Raising Compassionate Kids

How to tackle global issues as a family

Raising Compassionate Kids

Experts say that children who become involved in their local and global communities have greater self-esteem, enhance their social and psychological development and make healthier lifestyle choices. They’re also more likely to become engaged citizens as adults.

Here’s how you can connect your kids to the world around them.

Put it on your radar

Raising well-rounded kids shouldn’t stop at hiring a math tutor, sourcing out piano lessons and signing them up for soccer. But unfortunately, you can’t exactly Google classes on compassion and generosity. “Our society isn’t built to create those kinds of opportunities for families,” says Craig Kielburger, co-founder of the international charity Free the Children and the social enterprise Me to We. “Parents and families have to consciously create them, and be as thoughtful about it as they are for academics or sports or music.”

Take on “talkable” moments

When a topic like global warming or child exploitation comes up in a situation—from a TV commercial to a store sign or a product label—seize the opportunity to chat about it. Why would Auntie Grace like a fair trade gift? How is recycling helpful? Explanations need not be complex or lengthy.

When you don’t address issues as they come up, you’re still giving your child a message: that you’re uncomfortable talking about it, or that it doesn’t bother you.

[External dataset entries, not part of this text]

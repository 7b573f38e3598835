// The error-code registry against the documentation and the tests: every
// code in core/error_codes.hpp, and every code of the command-line tool
// (examples/cli/cli.hpp, namespace cli_codes), must have a row in one of the
// README's bad-input tables and a test that triggers it (the code as a
// string literal in a test source, "code" or "[code] message"); every row
// must name a code that exists. Adding a code without a row or a test fails
// here. The files are read from TENON_SOURCE_DIR at run time.
#include <doctest/doctest.h>

#include <algorithm>
#include <filesystem>
#include <fstream>
#include <iterator>
#include <map>
#include <set>
#include <sstream>
#include <string>
#include <vector>

#include <tenon/core/error_codes.hpp>

#include "cli/cli.hpp"

namespace {

std::string read_text(const std::filesystem::path& p) {
    std::ifstream in(p, std::ios::binary);
    REQUIRE_MESSAGE(in, "cannot read " << p.string());
    return std::string(std::istreambuf_iterator<char>(in), std::istreambuf_iterator<char>());
}

std::vector<std::string> lines_of(const std::string& text) {
    std::vector<std::string> lines;
    std::istringstream in(text);
    for (std::string line; std::getline(in, line);) lines.push_back(line);
    return lines;
}

// The README's table rows "| `code` | when | what happens |", by code, with
// the number of non-empty cells.
std::map<std::string, std::size_t> readme_rows(const std::string& readme) {
    std::map<std::string, std::size_t> rows;
    for (const auto& line : lines_of(readme)) {
        if (line.rfind("| `", 0) != 0) continue;
        const auto end = line.find('`', 3);
        if (end == std::string::npos) continue;
        const std::string code = line.substr(3, end - 3);
        std::size_t cells = 0;
        std::size_t start = 1;
        for (std::size_t bar = line.find('|', start); bar != std::string::npos; bar = line.find('|', start)) {
            if (line.find_first_not_of(' ', start) < bar) ++cells;
            start = bar + 1;
        }
        rows[code] = cells;
    }
    return rows;
}

// The tool's codes: `inline constexpr const char* name = "cli.x.y";` lines.
std::vector<std::string> cli_codes_in(const std::string& source) {
    std::vector<std::string> found;
    for (const auto& line : lines_of(source)) {
        if (line.find("inline constexpr const char*") == std::string::npos) continue;
        const auto open = line.find("\"cli.");
        if (open == std::string::npos) continue;
        const auto close = line.find('"', open + 1);
        found.push_back(line.substr(open + 1, close - open - 1));
    }
    return found;
}

std::string test_sources() {
    std::string all;
    for (const auto& entry : std::filesystem::directory_iterator(std::filesystem::path(TENON_SOURCE_DIR) / "tests")) {
        const auto ext = entry.path().extension().string();
        if (entry.is_regular_file() && (ext == ".cpp" || ext == ".hpp"))
            all += read_text(entry.path());
    }
    return all;
}

bool triggered_in(const std::string& sources, const std::string& code) {
    return sources.find('"' + code + '"') != std::string::npos || sources.find("\"[" + code + "] ") != std::string::npos;
}

}  // namespace

TEST_CASE("every error code has a README row and a test that triggers it, and every row names a code") {
    const std::filesystem::path root(TENON_SOURCE_DIR);
    const auto rows = readme_rows(read_text(root / "README.md"));
    const std::string sources = test_sources();
    std::vector<std::string> library, tool = cli_codes_in(read_text(root / "examples" / "cli" / "cli.hpp"));
    for (auto e = tenon::error_registry_begin(); e != tenon::error_registry_end(); ++e) library.emplace_back(e->code);
    REQUIRE(library.size() >= 70);
    REQUIRE(tool.size() >= 10);

    std::set<std::string> known;
    for (const auto* list : {&library, &tool})
        for (const auto& code : *list) {
            INFO("error code " << code);
            CHECK_MESSAGE(known.insert(code).second, "listed twice");
            const auto row = rows.find(code);
            CHECK_MESSAGE(row != rows.end(), "no row in README.md's bad-input tables");
            if (row != rows.end()) CHECK_MESSAGE(row->second == 3, "the row needs three cells: code | when | what happens");
            CHECK_MESSAGE(triggered_in(sources, code), "no test under tests/ checks it (as \"code\" or \"[code] message\")");
        }
    for (const auto& row : rows) {
        INFO("README row " << row.first);
        CHECK_MESSAGE(known.count(row.first) == 1, "names no code of the registry or the tool");
    }
}

TEST_CASE("the registry's codes are unique, dotted names starting with their area, each with a meaning") {
    std::set<std::string> seen;
    for (auto e = tenon::error_registry_begin(); e != tenon::error_registry_end(); ++e) {
        const std::string code = e->code;
        INFO(code);
        CHECK(seen.insert(code).second);
        CHECK(std::count(code.begin(), code.end(), '.') >= 1);
        CHECK(code.find_first_not_of("abcdefghijklmnopqrstuvwxyz0123456789._") == std::string::npos);
        CHECK(std::string(e->meaning).size() > 10);
    }
}

// The one tool code no other test triggered when the registry test came.
TEST_CASE("an unknown subcommand is refused with cli.command.unknown and exit status 2") {
    std::string program = "tenon", command = "calibrate";
    char* argv[] = {program.data(), command.data(), nullptr};
    std::ostringstream out, err;
    CHECK(tenon_cli::run_cli(2, argv, out, err, {}) == tenon_cli::exit_bad_input);
    CHECK(err.str().rfind("tenon: error: ", 0) == 0);
    CHECK(err.str().find("[cli.command.unknown] unknown command 'calibrate' (commands: train, infer") != std::string::npos);
}
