TEST_CASE("a rank whose own rows fail the checks stops every rank before a step: its error there, train.team.member_failed on the others") {
    using T = float;
    if (world().size() < 2) return;
    const std::size_t r = world().rank(), last = world().size() - 1;
    auto rows = press_rows<T>(40, 15 + r);
    if (r == last) rows.features(7, 1) = std::numeric_limits<T>::quiet_NaN();  // only the last rank's shard is bad
    auto net = tenon::make_mlp<T>({3, 4, 1}, tenon::activation::tanh, {tenon::init_scheme::glorot, tenon::init_distribution::uniform}, 6);
    const std::uint64_t before = tenon::weights_checksum(net);
    tenon::mpi_team team(world());
    tenon::training_options<T> o;
    o.member_rows = tenon::team_rows::shard_per_member;
    const std::string code = code_of([&] { train_once(net, rows, {}, 8, 2, &team, o); });
    CHECK(code == (r == last ? "train.input.non_finite" : "train.team.member_failed"));
    CHECK(tenon::weights_checksum(net) == before);
    // The message names the failed member.
    if (r != last) {
        const std::string named = "team member " + std::to_string(last) + " of";
        CHECK_THROWS_WITH_AS(train_once(net, rows, {}, 8, 2, &team, o), doctest::Contains(named.c_str()), tenon::error);
    } else {
        CHECK_THROWS_AS(train_once(net, rows, {}, 8, 2, &team, o), tenon::error);
    }
}

TEST_CASE("ranks that disagree on row holding, shuffling or epochs refuse together: train.team.mismatch") {
    using T = float;
    if (world().size() < 2) return;
    const bool first = world().rank() == 0;
    const auto rows = press_rows<T>(60, 16);
    auto net = tenon::make_mlp<T>({3, 4, 1}, tenon::activation::tanh, {tenon::init_scheme::glorot, tenon::init_distribution::uniform}, 6);
    tenon::mpi_team team(world());
    tenon::training_options<T> holding;
    holding.member_rows = first ? tenon::team_rows::shard_per_member : tenon::team_rows::all_on_every_member;
    CHECK_THROWS_WITH_AS(train_once(net, rows, {}, 8, 2, &team, holding), doctest::Contains("row holding"), tenon::error);
    tenon::training_options<T> shuffling;
    shuffling.member_rows = tenon::team_rows::shard_per_member;
    shuffling.shuffle = first;
    CHECK(code_of([&] { train_once(net, rows, {}, 8, 2, &team, shuffling); }) == "train.team.mismatch");
    tenon::training_options<T> same;
    same.member_rows = tenon::team_rows::shard_per_member;
    CHECK(code_of([&] { train_once(net, rows, {}, 8, first ? 3 : 2, &team, same); }) == "train.team.mismatch");
    CHECK(code_of([&] { train_once(net, rows, {}, 8, 2, &team, same); }) == "none");  // shards may differ in size and content
}
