TEST_CASE("an allocation failure while a holder's reader refreshes or a predictor is copied leaves a working predictor") {
    const auto t = pump_table(160, 11);
    auto small = small_settings(1), wide = small_settings(2);
    wide.hidden = {24, 16};  // larger buffers than the small model's
    auto first = tenon::fit_model<float>(t, condition_plan(), range(0, 120), range(120, 160), small);
    auto second = tenon::fit_model<float>(t, condition_plan(), range(0, 120), range(120, 160), wide);
    const tenon::predictor<float> p1(first, 4), p2(second, 4);
    const std::string_view row[3] = {"64", "21.5", "glycol"};
    tenon::predictor<float> probe = p1;
    const float out1 = probe.predict_cells(row, 1).at(0, 0);
    probe = p2;
    const float out2 = probe.predict_cells(row, 1).at(0, 0);
    REQUIRE_FALSE(same_bits(out1, out2));

    std::size_t faults = 0;
    for (long n = 1;; ++n) {
        const long before = live.load();
        bool threw = false;
        {
            tenon::predictor_holder<float> holder(p1);
            tenon::predictor<float> local = holder.get(4);
            holder.store(p2);
            arm(n);
            try {
                holder.refresh(local);
            } catch (const std::bad_alloc&) {
                threw = true;
            }
            disarm();
            tenon::prediction_view<float> out;
            REQUIRE(local.try_predict_cells(row, 1, out).ok());
            // Either still the old model, whole, or the new one, whole.
            CHECK(same_bits(out.at(0, 0), threw ? out1 : out2));
            if (threw) {
                // The next refresh, without a fault, takes the new model.
                CHECK(holder.refresh(local));
                REQUIRE(local.try_predict_cells(row, 1, out).ok());
                CHECK(same_bits(out.at(0, 0), out2));
            }
        }
        CHECK(live.load() == before);
        if (!threw) break;
        ++faults;
    }
    CHECK(faults > 3);

    std::size_t copy_faults = 0;
    for (long n = 1;; ++n) {
        bool threw = false;
        tenon::predictor<float> local = p1;
        arm(n);
        try {
            local = p2;
        } catch (const std::bad_alloc&) {
            threw = true;
        }
        disarm();
        tenon::prediction_view<float> out;
        REQUIRE(local.try_predict_cells(row, 1, out).ok());
        CHECK(same_bits(out.at(0, 0), threw ? out1 : out2));
        if (!threw) break;
        ++copy_faults;
    }
    CHECK(copy_faults > 3);
    MESSAGE("allocation failures injected into predictor swaps: " << faults << " refreshes, " << copy_faults << " copies");
}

Find unofficial opportunities

Often, formal volunteer programs have minimum age requirements, so your child may not qualify. Make up for it by organizing volunteer gigs yourself. Your child can become a buddy to a new student or help an elderly neighbor rake leaves. Ask them what they would like to do, and try to tap into their passions.

Think beyond money and time

“A lot of times, when parents think about global citizens, they think of traditional charity,” Kielburger says. “They think: give money or give time. We have a very finite amount of both.” Children can raise awareness through classroom projects or help the environment by riding a bike to school.

Tips for difficult discussions

Poverty. Disease. Oppression. Earthquakes. These aren’t easy for even adults to take in, so how do we explain difficult news topics to our children? Here are a few tips.

  • It may be up to you to raise the topic. It’s natural to want to shield your children from bad news. But don’t assume they haven’t heard anything just because they haven’t mentioned it. If your child isn’t ready to talk about it, they’ll let you know—and you can back off. The important thing is that they know you’re available to talk.
  • Don’t assume they’ll be depressed or traumatized. Making a topic part of everyday conversation will help to normalize it. Be compassionate and nonjudgmental.
  • Adjust what you say according to age. Younger children need to know they’re safe. Explain in simple language why a tsunami happens and what precautions we take. By age 13 or so, kids can appreciate shades of gray—you can discuss, for instance, the consequences of a boycott on an exploited worker.